From a Fortran-based description of stencils on regular grids, PATUS [1] generates vectorized C implementations that are shared-memory parallelized using pthreads. Its compiler uses a list of SIMD extensions that contains mappings from vectorizable arithmetic operations to technical details, such as function names and expected vector sizes. As PATUS optimizes on a kernel basis, it does need to have information about network details or accelerators.

SPIRAL [15] is a DSL to describe linear transforms and other mathematical functions, with a focus on signal processing kernels. Generated codes do not use distributedmemory parallelization. Therefore, the description of clusters and networks is not needed. However, SPIRAL does support code generation for GPUs using OpenCL.

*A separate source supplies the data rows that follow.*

"""What `make check` prints."""

from __future__ import annotations

import textwrap
from pathlib import Path

import pytest
from tests.unit.intake_examples import lines, months, validate

from lineproof import store
from lineproof.checking import describe_intake, summary
from lineproof.study import load_study

MARKET = dict.fromkeys(months("2000-01", 3), 0.01)
ROWS = [
    *(f"A,2000-0{m}-28,{v},,1,5" for m, v in ((1, "0.1"), (2, "NA"), (3, "0.1"))),
    *("B,2000-01-31,0.1,,1,0.5",) * 2,
    "B,2000-02-29,x,,1,1",
    *(f"C,2000-0{m}-28,,,1,9" for m in (1, 2, 3, 4)),
]
EXPECTED = """\
    raw/returns.csv: 2000-01 to 2000-03, 3 securities
             10  rows read, of which
              7  kept, 4 of them without a return
              2  set aside
              1  dropped, as exact duplicates of others
    1 row of returns dated after 2000-03, where raw/market.csv ends: the study ends there

    Faults found:
              4  a missing return: kept, flagged
                   3 empty, 1 NA
                   it stays missing; it is never taken as zero
                   A on 2000-02-28, C on 2000-01-28, C on 2000-02-28, …
              1  text in a number column: set aside
                   line 7
              1  a security that leaves without a final return: kept, flagged
                   1 left as it is
                   for a failure, a final return of −30 % is the usual assumption (Shumway 1997)
                   B on 2000-01-31
              1  no market or riskless return in that month: set aside
                   line 11

    Rows that fail a screen, in order; they are kept, but not ranked that month:
              1  of 1 security: not “price at least 1”
"""


def test_summary_of_an_intake(tmp_path: Path) -> None:
    screens = [{"column": "price", "at_least": 1}]
    intake = validate(tmp_path, lines(*ROWS), market=MARKET, screens=screens).intake
    assert "\n".join(describe_intake(intake)) + "\n" == textwrap.dedent(EXPECTED)


def test_clean_data_say_little(tmp_path: Path) -> None:
    rows = ["A,2000-01-31,0.1,,1,5", "B,2000-01-31,0.1,0.1,1,5", "A,2000-02-29,0.1,,1,5"]
    assert describe_intake(validate(tmp_path, lines(*rows)).intake) == [
        "raw/returns.csv: 2000-01 to 2000-02, 2 securities",
        "          3  rows read, of which",
        "          3  kept",
        "          0  set aside",
        "          0  dropped, as exact duplicates of others",
    ]


def test_summary_of_a_study(tmp_path: Path, monkeypatch: pytest.MonkeyPatch) -> None:
    monkeypatch.chdir(tmp_path)
    (tmp_path / "mine.yaml").write_text(
        textwrap.dedent(
            """\
            study: {name: mine, title: A study of mine}
            demo: {}
            data:
              returns:
                file: results/mine/raw/returns.csv
                columns: {security: security, date: date, return: ret}
              market: {file: results/mine/raw/market.csv, columns: {date: month, return: total_return}}
              riskless: {file: results/mine/raw/riskless.csv, columns: {date: month, rate: annual_yield}}
            betas: {b: {}}
            portfolios: {ten: {rank_on: b}}
            subperiods: {full: {}}
            """
        )
    )
    intake = validate(tmp_path, lines(*ROWS), market=MARKET).intake
    store.write_json(intake, "results/mine/data/intake.json")
    said = summary(load_study("mine.yaml")).splitlines()
    assert said[0] == "A study of mine (mine.yaml): the study file and its data can be used."
    assert said[2:-2] == describe_intake(intake)
    assert said[-1] == (
        "The rows set aside, as they stand in the file: results/mine/data/set_aside.csv"
    )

SDSLc [16] is able to apply a large range of optimizations on stencil computations specified in a custom syntax and embedded in C, C++, and MATLAB. It can generate code for CPUs, GPUs, and emit accelerator descriptions for FPGAs. SDSLc does not apply distributed-memory parallelization. Hence, the description of such systems is not needed.

Physis [10] is a stencil DSL that targets CPU-GPU clusters using MPI. Rather than composing a good solution from the given hardware description before generating the code, as ExaStencils does, it employs an auto-tuning approach to find the best combination of parameters for the provided hardware.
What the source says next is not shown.